La semiotica, scrive Eco, deve affrontare il problema del Qualcosa. Non solo: “ogni filosofia del linguaggio si trova di fronte non solo a un terminus ad quem, ma anche a un terminus a quo”. Non basta sapere a cosa ci riferiamo quando parliamo: occorre chiedersi anche che cosa ci fa parlare.
In questo quadro, Eco rilegge l’intera tradizione semiotica, sottolineando come la semiotica strutturale non abbia mai tematizzato l’origine dell’atto linguistico (salvo l’eccezione di Hjelmslev), e come la filosofia analitica si sia accontentata di discutere le condizioni di verità degli enunciati, senza problematizzare il rapporto prelinguistico con le cose.
L’unico che ha posto questo problema in modo esplicito è stato Peirce. L’Oggetto Dinamico è ciò che “ci prende a calci” e ci dice: parla di me. È il primo motore della semiosi, e agisce prima ancora che venga formulata un’ipotesi, prima ancora dell’attenzione selettiva. Eco chiama questa forza indicalità primaria, o attenzionalità primaria: il momento in cui, in un flusso indistinto di stimoli, qualcosa emerge come oggetto d’interesse.
Ma questo “qualcosa” è anche ciò che, nella tradizione filosofica, viene chiamato Essere.
L’impossibilità di definire l’essere
L’essere è un termine basilare, eppure inafferrabile. Come osservava Pascal, non si può definire l’essere senza usare il verbo essere, e dunque senza cadere in un circolo vizioso. In semantica, si direbbe che l’essere è un primitivo, il più primitivo tra tutti.
Eco analizza le difficoltà linguistiche che emergono nel trattare la nozione di essere: il greco to on, il latino ens e esse, il tedesco Sein e Seiende, l’inglese to be e Being, il francese être e étant. Nessuna lingua risolve l’ambiguità, anzi, la riproduce in vari modi. In italiano, ad esempio, usiamo un solo termine per indicare sia l’essere sostantivo che il verbo essere.
La distinzione tra essere, ente e essenza attraversa l’intera storia della metafisica. Ma Eco insiste: il problema dell’essere non è solo ontologico, è anche e soprattutto linguistico. L’essere è ciò che ci permette di parlare, ma non può essere detto senza essere trasformato in un effetto del linguaggio.
L’essere come intensione nulla
Seguendo Peirce, Eco osserva che l’essere ha estensione illimitata e intensione nulla. Si riferisce a tutto, ma non significa nulla in sé.

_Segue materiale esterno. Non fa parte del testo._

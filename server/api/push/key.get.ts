import { pushKeys } from '~~/server/push/keys'
import { useConfig } from '~~/server/utils/config'
import { defineStudioHandler } from '~~/server/utils/handler'

/** GET /api/push/key: the public half of the push keys, which a browser needs to subscribe. */
export default defineStudioHandler({
  may: 'choose own calls',
  run: ({ db }) => ({ publicKey: pushKeys(db, useConfig().pushKeys).publicKey }),
})
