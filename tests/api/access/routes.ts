import { pushSubscription, roomOf, sheetOf } from './rows'
import type { Rows } from './rows'
import type { Role } from '#shared/terms'

export interface RouteCase {
  /** The lowest role that may, or a door that asks for none. */
  least: Role | 'anyone' | 'signed in' | 'wall' | 'bench'
  /** Fills [id], [code] or [token] of the path from the first studio. */
  at?: keyof Rows
  body?: (rows: Rows) => unknown
  /**
   * What keeps studios apart: `row` the path names a row, another studio's owner gets 404; `named` the body
   * names one, likewise; `view` the answer must hold nothing of the first studio; `none` with the reason beside it.
   */
  apart: 'row' | 'named' | 'view' | 'none'
  /** What the lowest role is answered when the row is not theirs to change: the door is open, the row is not. */
  asLeast?: number
}

const recently = () => new Date(Date.now() - 60_000).toISOString()
let keys = 0
const clientKey = () => `access-key-${keys += 1}`

const place = (rows: Rows) => ({ roomId: rows.room, name: 'Rail', kind: 'rail', capacity: 4, sort: 1 })

/** A schedule of one coat, which only the studio of its material can keep. */
const washDraft = (materialId: number) => ({
  name: `Wash ${keys += 1}`, summary: '', parts: [{ key: 'piece', name: 'Piece', grip: null, faces: [] }], links: [],
  steps: [{
    key: 'wash', name: 'Wash', kind: 'coat', materialId, coatSize: 'normal', ground: 'primed', hold: null, placeKind: null, perDay: 1, days: 1, untilEnough: false,
    setupMin: 5, pieceMin: 5, cleanMin: 5, releaseMin: 0, hands: 1, dust: 'none', mayRunOver: false, targets: [{ part: 'piece', face: null }], checks: [],
  }],
})
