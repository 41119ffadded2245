import { changePhoto } from '~~/server/services/photos'
import { defineStudioHandler } from '~~/server/utils/handler'
import { idParams } from '#shared/schemas/common'
import { photoPatch } from '#shared/schemas/photo'

/** PATCH /api/photos/7: its step, moment or caption. */
export default defineStudioHandler({
  may: 'add photos',
  params: idParams,
  body: photoPatch,
  run: ({ db, studio, member, params, body }) => changePhoto(db, studio.id, member, params.id, body),
})
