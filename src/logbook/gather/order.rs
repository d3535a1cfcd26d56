//! Where each row of a log stands among the rows of others, when its own time may be a slip.

/// For each row a time that it goes by: its own where the rows from first to last go on with it; that of the row before where its own
/// would send it back or far ahead, or where it has none. A log that is in no such order, newest first for instance, goes by its times.
pub fn settled(times: &[Option<i64>]) -> Vec<i64> {
    let timed: Vec<(usize, i64)> = times.iter().enumerate().filter_map(|(at, time)| Some((at, (*time)?))).collect();
    let mut kept = longest_run(&timed);
    if kept.len() * 2 < timed.len() {
        kept = timed;
    }
    let mut kept = kept.into_iter().peekable();
    // Rows above the first that counts stand with it.
    let mut now = kept.peek().map_or(i64::MIN, |(_, time)| *time);
    (0..times.len())
        .map(|at| {
            if let Some((_, time)) = kept.next_if(|(row, _)| *row == at) {
                now = time;
            }
            now
        })
        .collect()
}

/// A longest run of rows that never goes back in time.
fn longest_run(timed: &[(usize, i64)]) -> Vec<(usize, i64)> {
    // The last place of the best run of each length, and which came before it.
    let mut ends: Vec<usize> = Vec::new();
    let mut before: Vec<Option<usize>> = Vec::with_capacity(timed.len());
    for (at, (_, time)) in timed.iter().enumerate() {
        let length = ends.partition_point(|&end| timed.get(end).is_some_and(|t| t.1 <= *time));
        before.push(length.checked_sub(1).and_then(|l| ends.get(l).copied()));
        match ends.get_mut(length) {
            Some(end) => *end = at,
            None => ends.push(at),
        }
    }
    let mut run = Vec::with_capacity(ends.len());
    let mut at = ends.last().copied();
    while let Some(place) = at {
        run.extend(timed.get(place));
        at = before.get(place).copied().flatten();
    }
    run.reverse();
    run
}

#[cfg(test)]
mod tests {
    use super::*;

    #[test]
    fn a_slip_moves_no_other_row() {
        let times = [None, Some(10), Some(20), Some(900), Some(30), None, Some(5), Some(40)];
        assert_eq!(settled(&times), [10, 10, 20, 20, 30, 30, 30, 40]);
        assert_eq!(settled(&[Some(4), Some(3), Some(2), Some(1)]), [4, 3, 2, 1]);
        assert_eq!(settled(&[None, None]), [i64::MIN; 2]);
        assert!(settled(&[]).is_empty());
    }
}
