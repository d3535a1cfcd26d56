//! Several logs as one: files, and sheets of workbooks, each with columns of its own, in the order of time.
//!
//! A log keeps its own order of rows, so that one whose time is a slip stands where it stood; all others go by their times, so that logs
//! of one vessel are woven together and logs of months follow each other. Of every row 32 bytes are held; the rest is on disk.

mod order;
mod places;
mod union;

pub use places::{Part, PartKind, Places};

use super::entry::{Faults, ReadAs, read_entry};
use super::log::{LONGEST_ROW, LogForm, LogReader, Record};
use super::sheet::SheetText;
use crate::error::{Error, Result};
use std::collections::HashMap;
use std::io::{BufReader, BufWriter, Read, Seek, SeekFrom, Write};
use union::{Layout, Union};

/// Gathers logs, one after another.
pub struct Gather<S: Write> {
    form: LogForm,
    read_as: ReadAs,
    union: Union,
    parts: Vec<(Part, Layout)>,
    keys: Vec<Key>,
    spool: BufWriter<S>,
    written: u64,
}

/// Where a row stands in time, and in the spool. Ordered by the fields in turn.
#[derive(Debug, Clone, Copy, PartialEq, Eq, PartialOrd, Ord)]
struct Key {
    unix_ms: i64,
    offset: u64,
    line: u64,
    part: u32,
}

impl<S: Read + Write + Seek> Gather<S> {
    /// Nothing gathered yet. `spool` is an empty file, written and read again.
    pub fn new(form: LogForm, read_as: ReadAs, spool: S) -> Self {
        Self { form, read_as, union: Union::default(), parts: Vec::new(), keys: Vec::new(), spool: BufWriter::new(spool), written: 0 }
    }

    /// Adds a log in comma, semicolon or tab separated text; `file` is its name as it was given.
    ///
    /// # Errors
    /// As [`LogReader::open`].
    pub fn add_file(&mut self, file: &str, source: impl Read) -> Result<()> {
        let log = LogReader::open(source, file, &self.form)?;
        let decimal_comma = self.read_as.decimal_comma;
        self.add(Part { file: file.to_owned(), kind: PartKind::Text }, log, decimal_comma)
    }

    /// Adds a sheet of a workbook, as it was written out.
    ///
    /// # Errors
    /// As [`LogReader::open`].
    pub fn add_sheet(&mut self, file: &str, sheet: &str, text: SheetText, source: impl Read) -> Result<()> {
        let form = LogForm { header: None, ..self.form.clone() };
        let log = LogReader::open(source, &format!("{file}, sheet {sheet}"), &form)?;
        self.add(Part { file: file.to_owned(), kind: PartKind::Sheet { name: sheet.to_owned(), text } }, log, false)
    }

    fn add(&mut self, part: Part, mut log: LogReader<impl Read>, decimal_comma: bool) -> Result<()> {
        let layout = self.union.add(&log.titles, &self.form.names);
        let number = self.parts.len() as u32;
        let read_as = ReadAs { decimal_comma, ..self.read_as };
        let (mut record, mut faults) = (Record::default(), Faults::default());
        let first = self.keys.len();
        let mut by_vessel: HashMap<String, Vec<(usize, Option<i64>)>> = HashMap::new();
        while let Some(row) = log.next(&mut record)? {
            faults.clear();
            let entry = read_entry(&row, read_as, &mut faults);
            let stands = (self.keys.len(), entry.moment.map(|m| m.utc.unix_ms()));
            match by_vessel.get_mut(entry.vessel.as_ref()) {
                Some(rows) => rows.push(stands),
                None => drop(by_vessel.insert(entry.vessel.into_owned(), vec![stands])),
            }
            let line = part.line_of(row.number, row.record.line);
            self.keys.push(Key { unix_ms: i64::MIN, offset: self.written, line, part: number });
            self.keep(&record)?;
        }
        let keys = self.keys.get_mut(first..).unwrap_or_default();
        for rows in by_vessel.into_values() {
            let times: Vec<Option<i64>> = rows.iter().map(|(_, time)| *time).collect();
            for ((at, _), unix_ms) in rows.iter().zip(order::settled(&times)) {
                if let Some(key) = keys.get_mut(at - first) {
                    key.unix_ms = unix_ms;
                }
            }
        }
        self.parts.push((part, layout));
        Ok(())
    }

    /// Writes a row to the spool: the number of its cells, then each with its length before it.
    fn keep(&mut self, record: &Record) -> Result<()> {
        let count = if record.too_long { u32::MAX } else { record.width() as u32 };
        let mut put = |bytes: &[u8]| -> Result<()> {
            self.written += bytes.len() as u64;
            self.spool.write_all(bytes).map_err(spooling)
        };
        put(&count.to_le_bytes())?;
        for cell in record.cells() {
            put(&(cell.len() as u32).to_le_bytes())?;
            put(cell)?;
        }
        Ok(())
    }

    /// Writes all rows as one log in comma separated text, with a column that says where each came from.
    ///
    /// # Errors
    /// [`Error::Stream`] where writing or reading back fails; [`Error::Content`] where a name that was given for a column stands in
    /// none of the logs.
    pub fn finish(mut self, out: impl Write) -> Result<Places> {
        if let Some(message) = self.form.names.missing(self.union.titles.iter().map(String::as_str)) {
            let file = self.parts.first().map_or_else(String::new, |(part, _)| part.file.clone());
            return Err(Error::Content { file, line: 0, message });
        }
        if self.parts.len() > 1 {
            self.keys.sort_unstable();
        }
        let mut spool = self.spool.into_inner().map_err(|e| spooling(e.into_error()))?;
        spool.seek(SeekFrom::Start(0)).map_err(spooling)?;
        let mut spool = Spool { source: BufReader::with_capacity(1 << 16, spool), at: 0 };
        let mut writer = csv::WriterBuilder::new().flexible(true).buffer_capacity(1 << 16).from_writer(out);
        let failed = |e: csv::Error| spooling(e.into());
        writer.write_record(self.union.titles.iter().map(String::as_bytes).chain([self.union.origin().as_bytes()])).map_err(failed)?;
        let mut places = Places::default();
        let (mut cells, mut row): (Vec<Vec<u8>>, Vec<Vec<u8>>) = (Vec::new(), Vec::new());
        let width = self.union.titles.len();
        for key in &self.keys {
            let Some((part, layout)) = self.parts.get(key.part as usize) else { continue };
            let whole = spool.row(key.offset, &mut cells)?;
            layout.lay(&mut cells, &mut row, width, part.cell_of(key.line).into_bytes());
            if !whole {
                // As it was: longer than a row can be.
                row.resize(width + 1, Vec::new());
                row.push(vec![b'.'; LONGEST_ROW + 1]);
            }
            writer.write_record(&row).map_err(failed)?;
            places.add(key.part, key.line);
        }
        writer.flush().map_err(spooling)?;
        places.parts = self.parts.into_iter().map(|(part, _)| part).collect();
        Ok(places)
    }
}

fn spooling(source: std::io::Error) -> Error {
    Error::Stream { what: "gathering the logs in a temporary file", source }
}

/// Rows read back, mostly one behind the other.
struct Spool<S> {
    source: BufReader<S>,
    at: u64,
}

impl<S: Read + Seek> Spool<S> {
    /// The row at `offset`; false where it had been too long to keep.
    fn row(&mut self, offset: u64, cells: &mut Vec<Vec<u8>>) -> Result<bool> {
        if offset != self.at {
            // Within the buffer where it is near.
            self.source.seek_relative(offset as i64 - self.at as i64).map_err(spooling)?;
            self.at = offset;
        }
        let count = self.number()?;
        cells.clear();
        if count == u32::MAX {
            return Ok(false);
        }
        for _ in 0..count {
            let length = self.number()?;
            let mut cell = vec![0; length as usize];
            self.source.read_exact(&mut cell).map_err(spooling)?;
            self.at += u64::from(length);
            cells.push(cell);
        }
        Ok(true)
    }

    fn number(&mut self) -> Result<u32> {
        let mut bytes = [0; 4];
        self.source.read_exact(&mut bytes).map_err(spooling)?;
        self.at += 4;
        Ok(u32::from_le_bytes(bytes))
    }
}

È ciò che accomuna ogni cosa, ma proprio per questo non ha contenuto proprio. Non è un genere, né un concetto, né un oggetto definibile.
Anche Aristotele, pur affermando che “l’essere si dice in molti modi”, finisce per ancorarlo alla sostanza. Ma il vero dramma, osserva Eco, non sta nel fatto che l’essere sia polisemico. Sta nel fatto che esso “si dice”. È il linguaggio che lo dice, e nel momento in cui lo dice, lo trasforma in qualcosa che non è più puro essere, ma ciò di cui si parla.
L’essere, allora, è ciò che si lascia dire solo nella misura in cui si lascia interpretare. E come aveva già riconosciuto Parmenide, “è e può essere pensato”. Ma per essere pensato, deve essere detto, e per essere detto, deve entrare nel linguaggio. Da qui il paradosso: ciò che è più evidente è anche ciò che sfugge a ogni definizione.
L’essere come Qualcosa
Eco affronta la domanda leibniziana: “Perché c’è qualcosa piuttosto che nulla?”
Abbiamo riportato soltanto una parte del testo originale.